What stood out was that LLM agents, like people, did not act as rational utility maximizers — which means agents that always make perfectly logical decisions to get the best outcome. Instead, their decisions reflected what economists call bounded rationality: rules of thumb, simple extrapolation from past trends and a tendency to follow recent price changes. This was especially visible in positive feedback settings, where trend-following behavior dominated. In contrast, AI agents in negative feedback markets showed more cautious adjustments, although GPT-3.5 sometimes overshot and oscillated before settling.

Parameters Matter

The study identified memory as a key driver of realistic behavior. Agents that could recall at least three past rounds of interaction performed much more like humans, while those with only one-step memory failed to converge or behaved unrealistically. Temperature — the model’s randomness setting — also played a role, with higher values producing more diverse and exploratory behavior, especially in GPT-3.5.
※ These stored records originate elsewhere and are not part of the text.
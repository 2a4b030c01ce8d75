"""The command as somebody at a terminal sees it."""

from __future__ import annotations

import json
import subprocess
import sys
from pathlib import Path

import pytest

from tests.require import require
from tests.samples import SAMPLES
from toprecon.cli import main
from toprecon.study import StudyPlan, read_hand_off, reconstruct_source

LAYOUT = str(Path(__file__).parents[1] / "io" / "layouts" / "showered.toml")


@pytest.fixture
def study_file(event_data):
    return str(event_data / "showered" / "lepjets_500_LR.root")


def test_study_prints_a_table_and_writes_the_hand_off(study_file, tmp_path, capsys):
    folder = tmp_path / "out"
    code = main(["study", study_file, "--layout", LAYOUT, "--out", str(folder)])
    out, err = capsys.readouterr()
    assert code == 0
    assert "generated, selected" in out
    assert "caution: simulated events; statistical errors only" in out
    assert max(len(line) for line in out.splitlines()) <= 92
    assert str(folder) in err
    assert read_hand_off(folder).migration.counts.sum() > 10_000


def test_json_is_alone_on_the_output_and_agrees_with_the_hand_off(
    study_file, tmp_path, capsys
):
    folder = tmp_path / "out"
    arguments = ["study", study_file, "--layout", LAYOUT, "--json", "--out"]
    assert main([*arguments, str(folder)]) == 0
    data = json.loads(capsys.readouterr().out)
    assert data == json.loads((folder / "result.json").read_text())
    assert data["by_helicity"]["LR"]["afb"]["shift"]["value"] < -0.05


def test_settings_of_the_command_line_change_the_plan(study_file, tmp_path, capsys):
    plan = StudyPlan().with_cut("pairing.chi2", high=5).save(tmp_path / "plan.toml")
    arguments = ["study", study_file, "--layout", LAYOUT, "--plan", str(plan)]
    assert main([*arguments, "--set", "cuts.0.high=2.5", "--json"]) == 0
    steps = json.loads(capsys.readouterr().out)["beams"]["cut_flow"]
    assert steps[-1]["step"] == "pairing.chi2 < 2.5"


def test_several_workers_give_the_same_numbers(study_file, tmp_path, capsys):
    arguments = ["study", study_file, "--layout", LAYOUT, "--json"]
    assert main(arguments) == 0
    one = capsys.readouterr().out
    assert main([*arguments, "--workers", "2"]) == 0
    assert capsys.readouterr().out == one


def test_plan_prints_a_plan_that_can_be_read(capsys):
    assert main(["plan"]) == 0
    assert StudyPlan.from_toml(capsys.readouterr().out) == StudyPlan()


@pytest.mark.parametrize(
    ("arguments", "sentence"),
    [
        (["none.root"], "none.root"),
        (["FILE", "--set", "pairing.cpa=5"], "pairing.cpa: unknown option; did you"),
        (["FILE", "--set", "oops"], "--set: SECTION.KEY=VALUE is required; got 'oops'"),
        (["FILE", "--plan", "none.toml"], "none.toml: a study plan (TOML) is required"),
        (["FILE", "--workers", "0"], "--workers: must be >= 1; got 0"),
        (
            [
                "FILE",
                "--set",
                "selection.btag_low=0.9",
                "--set",
                "selection.n_leptons=7",
            ],
            "the step '7 leptons' leaves none of 15000",
        ),
        (["NOT_ROOT"], "not_root.root"),
        (["EMPTY"], "at least one event is required"),
    ],
)
def test_bad_input_is_one_sentence_and_writes_nothing(
    arguments, sentence, study_file, tmp_path, capsys, monkeypatch
):
    monkeypatch.chdir(tmp_path)
    import numpy as np
    import uproot

    not_root = tmp_path / "not_root.root"
    not_root.write_text("this is not a ROOT file")
    empty = tmp_path / "empty.root"
    with uproot.open(study_file) as source, uproot.recreate(empty) as file:
        tree = source["events"]
        types = {}
        for name in tree.keys():  # noqa: SIM118 (a tree is no dict)
            jagged = tree[name].array(entry_stop=1).ndim > 1
            kind = np.dtype(
                tree[name].interpretation.numpy_dtype if not jagged else "f4"
            )
            types[name] = "var * float32" if jagged else kind
        file.mktree("events", types)
    names = {"FILE": study_file, "NOT_ROOT": str(not_root), "EMPTY": str(empty)}
    words = [names.get(word, word) for word in arguments]
    out = tmp_path / "out"
    assert main(["study", *words, "--layout", LAYOUT, "--out", str(out)]) == 2
    captured = capsys.readouterr()
    assert sentence in captured.err
    assert captured.err.strip().count("\n") == 0
    assert captured.out == ""
    assert not out.exists()
    assert not [p for p in tmp_path.iterdir() if p.name.endswith(".part")]


def test_hand_off_is_not_overwritten_unless_asked(study_file, tmp_path, capsys):
    arguments = ["study", study_file, "--layout", LAYOUT, "--out", str(tmp_path / "o")]
    assert main(arguments) == 0
    assert main(arguments) == 2
    assert "a hand-off is there already" in capsys.readouterr().err
    assert main([*arguments, "--replace"]) == 0


def test_foreign_folder_is_never_replaced(study_file, tmp_path, capsys):
    (tmp_path / "mine.txt").write_text("precious")
    arguments = ["study", study_file, "--layout", LAYOUT, "--out", str(tmp_path)]
    assert main([*arguments, "--replace"]) == 2
    assert "is no hand-off folder" in capsys.readouterr().err
    assert (tmp_path / "mine.txt").read_text() == "precious"


def test_lab_outside_a_clone_asks_for_a_folder(tmp_path, monkeypatch, capsys):
    monkeypatch.chdir(tmp_path)
    assert main(["lab"]) == 2
    assert "run 'toprecon lab FOLDER'" in capsys.readouterr().err


def test_lab_refuses_a_folder_that_does_not_exist(tmp_path, capsys):
    assert main(["lab", str(tmp_path / "none")]) == 2
    assert "lab: a folder is required" in capsys.readouterr().err


RECIPE = """
[[samples]]
name = "pairs"
events = 30
"""


def test_generate_makes_samples_and_refuses_to_replace_others(tmp_path, capsys):
    recipe = tmp_path / "recipe.toml"
    recipe.write_text(RECIPE)
    folder = tmp_path / "events"
    arguments = ["generate", str(recipe), "--out", str(folder), "--part-size", "20"]
    assert main(arguments) == 0
    out, err = capsys.readouterr()
    assert out.startswith(f"{folder / 'pairs.root'}  30 of 30 events  content ")
    assert "pairs: 30 of 30 events" in err
    assert main(arguments) == 0
    assert capsys.readouterr().out == out
    recipe.write_text(RECIPE + "seed = 5\n")
    assert main(arguments) == 2
    assert "allow replacing it (replace=True, --replace)" in capsys.readouterr().err
    assert main([*arguments, "--replace"]) == 0
    assert capsys.readouterr().out != out


def test_generate_says_what_is_wrong_with_a_recipe(tmp_path, capsys):
    recipe = tmp_path / "recipe.toml"
    recipe.write_text(RECIPE.replace("events", "evnts"))
    assert main(["generate", str(recipe), "--out", str(tmp_path / "x")]) == 2
    assert "samples.0.evnts: unknown option" in capsys.readouterr().err
    assert not (tmp_path / "x").exists()


def test_only_its_own_line_is_on_the_output_of_a_generation(tmp_path):
    """Libraries that print by themselves must not break what a program reads."""
    require("pythia8mc")
    recipe = tmp_path / "recipe.toml"
    recipe.write_text(RECIPE + 'options = { simulation = "shower" }\n')
    code = (
        "from toprecon.cli import main\n"
        f"main(['generate', {str(recipe)!r}, '--out', {str(tmp_path / 'out')!r}])"
    )
    done = subprocess.run(
        [sys.executable, "-c", code], capture_output=True, text=True, check=True
    )
    assert done.stdout.count("\n") == 1
    assert done.stdout.startswith(str(tmp_path / "out" / "pairs.root"))


def test_lab_without_jupyterlab_says_how_to_get_it(tmp_path, monkeypatch, capsys):
    monkeypatch.setitem(sys.modules, "jupyterlab", None)
    assert main(["lab", str(tmp_path)]) == 2
    assert "run pip install -e '.[lab]' in the clone" in capsys.readouterr().err


def test_calibrate_writes_a_plan_that_study_takes(tmp_path, capsys):
    files = [str(SAMPLES / f"lepjets_550_{h}.root") for h in ("LR", "RL")]
    plan = tmp_path / "plan.toml"
    assert main(["calibrate", *files, "--out", str(plan)]) == 0
    assert "right before -> after" in capsys.readouterr().out
    assert main(["study", *files, "--plan", str(plan)]) == 0
    assert "caution" in capsys.readouterr().out
    assert main(["calibrate", *files, "--out", str(plan)]) == 2
    assert "a new file is required" in capsys.readouterr().err


def test_variations_are_printed_and_in_the_json(capsys):
    words = ["study", str(SAMPLES / "lepjets_550_LR.root"), "--variations"]
    assert main(words) == 0
    assert "jet energy +1 %" in capsys.readouterr().out
    assert main([*words, "--json"]) == 0
    data = json.loads(capsys.readouterr().out)
    assert data["variations"]["b tags lost 2 %"]["efficiency"]["value"] < 0
    assert "both helicities" in data["helicities"]["missing"]


def test_variations_go_into_the_hand_off(tmp_path, capsys):
    out = tmp_path / "out"
    words = ["study", str(SAMPLES / "lepjets_550_LR.root"), "--out", str(out)]
    assert main([*words, "--variations", "--json"]) == 0
    printed = json.loads(capsys.readouterr().out)["variations"]
    assert json.loads((out / "variations.json").read_text()) == printed
    assert main([*words, "--replace"]) == 0
    assert not (out / "variations.json").exists()


def test_a_saved_table_cannot_be_varied_and_nothing_is_written(tmp_path, capsys):
    sample = SAMPLES / "lepjets_550_LR.root"
    table = reconstruct_source(str(sample), StudyPlan())
    path = table.save(tmp_path / "table.parquet")
    out = tmp_path / "out"
    assert main(["study", str(path), "--variations", "--out", str(out)]) == 2
    captured = capsys.readouterr()
    assert "events are required for variations, which reconstruct them" in captured.err
    assert captured.out == ""
    assert not out.exists()
    assert main(["study", str(path)]) == 0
These effects were quantified by measuring how agents formed expectations. The authors estimated models capturing each agent’s forecasting rule, focusing on how much weight they gave to past prices, past predictions, and recent trends. LLM agents matched human patterns in many cases, but with notable differences: they showed less variability across agents, and lacked some of the more stubborn or overly simplistic strategies humans tend to adopt.

This limited heterogeneity — less behavioral diversity across agents — is a significant gap. In real experiments, some people consistently overreact, others underreact, and some refuse to change their minds at all. LLMs tended to cluster around a few strategies, particularly those based on trend extrapolation. The researchers noted that this lack of variation may limit the models’ ability to fully capture real-world dynamics unless further complexity is introduced.
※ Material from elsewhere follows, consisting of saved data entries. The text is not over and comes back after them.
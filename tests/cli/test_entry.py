"""The command as somebody at a terminal sees it."""

from __future__ import annotations

import json
from pathlib import Path

import pytest

from toprecon.cli import main
from toprecon.study import StudyPlan, read_hand_off

LAYOUT = str(Path(__file__).parents[1] / "io" / "layouts" / "showered.toml")


@pytest.fixture
def study_file(event_data):
    return str(event_data / "showered" / "lepjets_500_LR.root")


def test_study_prints_a_table_and_writes_the_hand_off(study_file, tmp_path, capsys):
    folder = tmp_path / "out"
    code = main(["study", study_file, "--layout", LAYOUT, "--out", str(folder)])
    out, err = capsys.readouterr()
    assert code == 0
    assert "generated, selected" in out
    assert "caution: simulated events; statistical errors only" in out
    assert max(len(line) for line in out.splitlines()) <= 92
    assert str(folder) in err
    assert read_hand_off(folder).migration.counts.sum() > 10_000


def test_json_is_alone_on_the_output_and_agrees_with_the_hand_off(
    study_file, tmp_path, capsys
):
    folder = tmp_path / "out"
    arguments = ["study", study_file, "--layout", LAYOUT, "--json", "--out"]
    assert main([*arguments, str(folder)]) == 0
    data = json.loads(capsys.readouterr().out)
    assert data == json.loads((folder / "result.json").read_text())
    assert data["by_helicity"]["LR"]["afb"]["shift"]["value"] < -0.05


def test_settings_of_the_command_line_change_the_plan(study_file, tmp_path, capsys):
    plan = StudyPlan().with_cut("pairing.chi2", high=5).save(tmp_path / "plan.toml")
    arguments = ["study", study_file, "--layout", LAYOUT, "--plan", str(plan)]
    assert main([*arguments, "--set", "cuts.0.high=2.5", "--json"]) == 0
    steps = json.loads(capsys.readouterr().out)["beams"]["cut_flow"]
    assert steps[-1]["step"] == "pairing.chi2 < 2.5"


def test_several_workers_give_the_same_numbers(study_file, tmp_path, capsys):
    arguments = ["study", study_file, "--layout", LAYOUT, "--json"]
    assert main(arguments) == 0
    one = capsys.readouterr().out
    assert main([*arguments, "--workers", "2"]) == 0
    assert capsys.readouterr().out == one


def test_plan_prints_a_plan_that_can_be_read(capsys):
    assert main(["plan"]) == 0
    assert StudyPlan.from_toml(capsys.readouterr().out) == StudyPlan()


@pytest.mark.parametrize(
    ("arguments", "sentence"),
    [
        (["none.root"], "none.root"),
        (["FILE", "--set", "pairing.cpa=5"], "pairing.cpa: unknown option; did you"),
        (["FILE", "--set", "oops"], "--set: SECTION.KEY=VALUE is required; got 'oops'"),
        (["FILE", "--plan", "none.toml"], "none.toml: a study plan (TOML) is required"),
        (["FILE", "--workers", "0"], "--workers: must be >= 1; got 0"),
        (
            [
                "FILE",
                "--set",
                "selection.btag_low=0.9",
                "--set",
                "selection.n_leptons=7",
            ],
            "the step '7 leptons' leaves none of 15000",
        ),
        (["NOT_ROOT"], "not_root.root"),
        (["EMPTY"], "at least one event is required"),
    ],
)
def test_bad_input_is_one_sentence_and_writes_nothing(
    arguments, sentence, study_file, tmp_path, capsys, monkeypatch
):
    monkeypatch.chdir(tmp_path)
    import numpy as np
    import uproot

    not_root = tmp_path / "not_root.root"
    not_root.write_text("this is not a ROOT file")
    empty = tmp_path / "empty.root"
    with uproot.open(study_file) as source, uproot.recreate(empty) as file:
        tree = source["events"]
        types = {}
        for name in tree.keys():  # noqa: SIM118 (a tree is no dict)
            jagged = tree[name].array(entry_stop=1).ndim > 1
            kind = np.dtype(
                tree[name].interpretation.numpy_dtype if not jagged else "f4"
            )
            types[name] = "var * float32" if jagged else kind
        file.mktree("events", types)
    names = {"FILE": study_file, "NOT_ROOT": str(not_root), "EMPTY": str(empty)}
    words = [names.get(word, word) for word in arguments]
    out = tmp_path / "out"
    assert main(["study", *words, "--layout", LAYOUT, "--out", str(out)]) == 2
    captured = capsys.readouterr()
    assert sentence in captured.err
    assert captured.err.strip().count("\n") == 0
    assert captured.out == ""
    assert not out.exists()
    assert not [p for p in tmp_path.iterdir() if p.name.endswith(".part")]


def test_hand_off_is_not_overwritten_unless_asked(study_file, tmp_path, capsys):
    arguments = ["study", study_file, "--layout", LAYOUT, "--out", str(tmp_path / "o")]
    assert main(arguments) == 0
    assert main(arguments) == 2
    assert "a hand-off is there already" in capsys.readouterr().err
    assert main([*arguments, "--replace"]) == 0


def test_foreign_folder_is_never_replaced(study_file, tmp_path, capsys):
    (tmp_path / "mine.txt").write_text("precious")
    arguments = ["study", study_file, "--layout", LAYOUT, "--out", str(tmp_path)]
    assert main([*arguments, "--replace"]) == 2
    assert "is no hand-off folder" in capsys.readouterr().err
    assert (tmp_path / "mine.txt").read_text() == "precious"


def test_lab_outside_a_clone_asks_for_a_folder(tmp_path, monkeypatch, capsys):
    monkeypatch.chdir(tmp_path)
    assert main(["lab"]) == 2
    assert "run 'toprecon lab FOLDER'" in capsys.readouterr().err


def test_lab_refuses_a_folder_that_does_not_exist(tmp_path, capsys):
    assert main(["lab", str(tmp_path / "none")]) == 2
    assert "lab: a folder is required" in capsys.readouterr().err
Narratives That Fit the Numbers

To further probe agent behavior, the study examined the text explanations generated by the AI models. These narratives showed consistent reasoning: agents justified their forecasts by pointing to ongoing trends or recent outcomes. When prices were rising, agents cited momentum; when prices stalled or reversed, their expectations adjusted, sometimes lagging behind the actual price change.
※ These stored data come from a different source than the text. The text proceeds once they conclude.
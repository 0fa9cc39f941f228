"""Why a lock and a step are there, in words that a person understands."""

import pytest
from tests.properties.planning import EXAMPLES

from provenzero import pipeline
from provenzero.cli.explain import explained
from provenzero.plan.model import Plan

CASES = [
    ("land-rig", "replace-hoses", "upper-pipe-rams"),
    ("land-rig", "replace-bottle-bladder", "BK-1/1"),
    ("jack-up", "work-on-preventer-end", "annular"),
    ("jack-up", "overhaul-air-pump", "P-3"),
    ("workover", "lock-out-for-transport", "unit"),
]


def explanation(name: str, job: str, on: str) -> tuple[Plan, list[str]]:
    request = pipeline.Request(unit_file=EXAMPLES / f"{name}.yaml", job=job, on=on, issued="now")
    asked = pipeline.ask(request)
    assert isinstance(asked, pipeline.Asked)
    plan = pipeline.plan(asked)
    assert isinstance(plan, Plan)
    return plan, list(explained(plan, pipeline.permit(asked, plan).document))


@pytest.mark.parametrize("case", CASES, ids=[f"{name} {job}" for name, job, _ in CASES])
def test_each_step_has_a_reason_in_words(case: tuple[str, str, str]) -> None:
    plan, lines = explanation(*case)
    reasons = [line.strip() for line in lines if line.startswith("    because: ")]
    assert len(reasons) == len(plan.steps)
    for reason in reasons:
        words = reason.removeprefix("because: ")
        assert " " in words, "a bare key instead of a sentence"
        assert "_" not in words.split()[0], "a bare key instead of a sentence"


@pytest.mark.parametrize("case", CASES, ids=[f"{name} {job}" for name, job, _ in CASES])
def test_each_lock_says_what_it_holds_back_or_keeps_open(case: tuple[str, str, str]) -> None:
    plan, lines = explanation(*case)
    heads = [i for i, line in enumerate(lines) if line.startswith("lock ")]
    assert len(heads) == len(plan.locks)
    for i in heads:
        assert lines[i + 1].startswith(("    holds back ", "    keeps open to a vent: ")), lines[i]


def test_a_lock_names_the_source_and_the_way_from_it() -> None:
    _, lines = explanation("land-rig", "replace-hoses", "upper-pipe-rams")
    at = next(i for i, line in enumerate(lines) if "Q-1 off" in line)
    assert lines[at + 1].startswith("    holds back pump P-1, by P-1.outlet > DV-1 > header > ")
    assert lines[at + 1].endswith(" > upper-pipe-rams.open")
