"""What ends the program, and what it says then: never a traceback."""

import sys
from types import SimpleNamespace

import pytest

from provenzero.cli.app import main

COMMANDS = "provenzero.cli.commands"


def ended(monkeypatch: pytest.MonkeyPatch, reason: BaseException) -> object:
    """The exit code where a command ends for that reason."""

    def app() -> None:
        raise reason

    monkeypatch.setitem(sys.modules, COMMANDS, SimpleNamespace(app=app))
    with pytest.raises(SystemExit) as left:
        main()
    return left.value.code


@pytest.mark.parametrize("code", [0, 1, 2])
def test_the_exit_code_of_a_command_is_passed_on_without_a_word(
    code: int, monkeypatch: pytest.MonkeyPatch, capsys: pytest.CaptureFixture[str]
) -> None:
    assert ended(monkeypatch, SystemExit(code)) == code
    assert capsys.readouterr() == ("", "")


@pytest.mark.parametrize("reason", [KeyboardInterrupt(), SystemExit(130)], ids=["while it loads", "while it works"])
def test_a_stop_by_the_user_is_one_line(
    reason: BaseException, monkeypatch: pytest.MonkeyPatch, capsys: pytest.CaptureFixture[str]
) -> None:
    assert ended(monkeypatch, reason) == 130
    assert capsys.readouterr() == ("", "stopped; no file was left half-written\n")


def test_a_fault_of_ours_names_itself_and_asks_for_a_report(
    monkeypatch: pytest.MonkeyPatch, capsys: pytest.CaptureFixture[str]
) -> None:
    assert ended(monkeypatch, ZeroDivisionError("by zero")) == 70
    said = capsys.readouterr()
    assert said.out == ""
    first, second = said.err.splitlines()
    assert first == "a fault of this program, not of your files: ZeroDivisionError: by zero"
    assert "please report it" in second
Interestingly, some narratives diverged from the numerical predictions. At times, an agent would express optimism in its explanation but submit a lower price forecast, a sign that randomness introduced by the temperature setting may have affected outputs. These discrepancies hint at a limitation in using LLMs for consistent “thinking” across text and numbers, though they also mirror human inconsistencies under uncertainty.

Implications and Future Directions

This study adds to growing evidence that LLMs can simulate more than just isolated choices — they can interact, learn and influence one another in multi-agent systems. That opens doors to using generative models as economic testbeds, replacing costly and time-consuming human trials in many cases.

However, the researchers caution that these simulations are far from perfect. Key gaps remain in replicating the diversity and unpredictability of human behavior. Moreover, LLMs may reflect underlying biases in their training data or prompt designs. Past studies have shown these systems can skew politically or culturally, which could distort simulations if not accounted for.

To bridge these gaps, future work could incorporate simulated demographics, political identities, or even personality traits like risk aversion. The authors also suggest extending the models to more complex market structures and feedback mechanisms, including real-time policy interventions or speculative bubbles.

If further validated, LLM-based economic simulations could become valuable tools for central banks, regulators, and academic researchers. By modeling how people might behave under new conditions—without needing actual participants—they could speed up experimentation and provide early warnings for unintended consequences.

The results suggest a long-term vision where economic models aren’t static equations, but interactive systems populated by intelligent, adaptive agents. While that future isn’t here yet, this study takes a concrete step toward building it.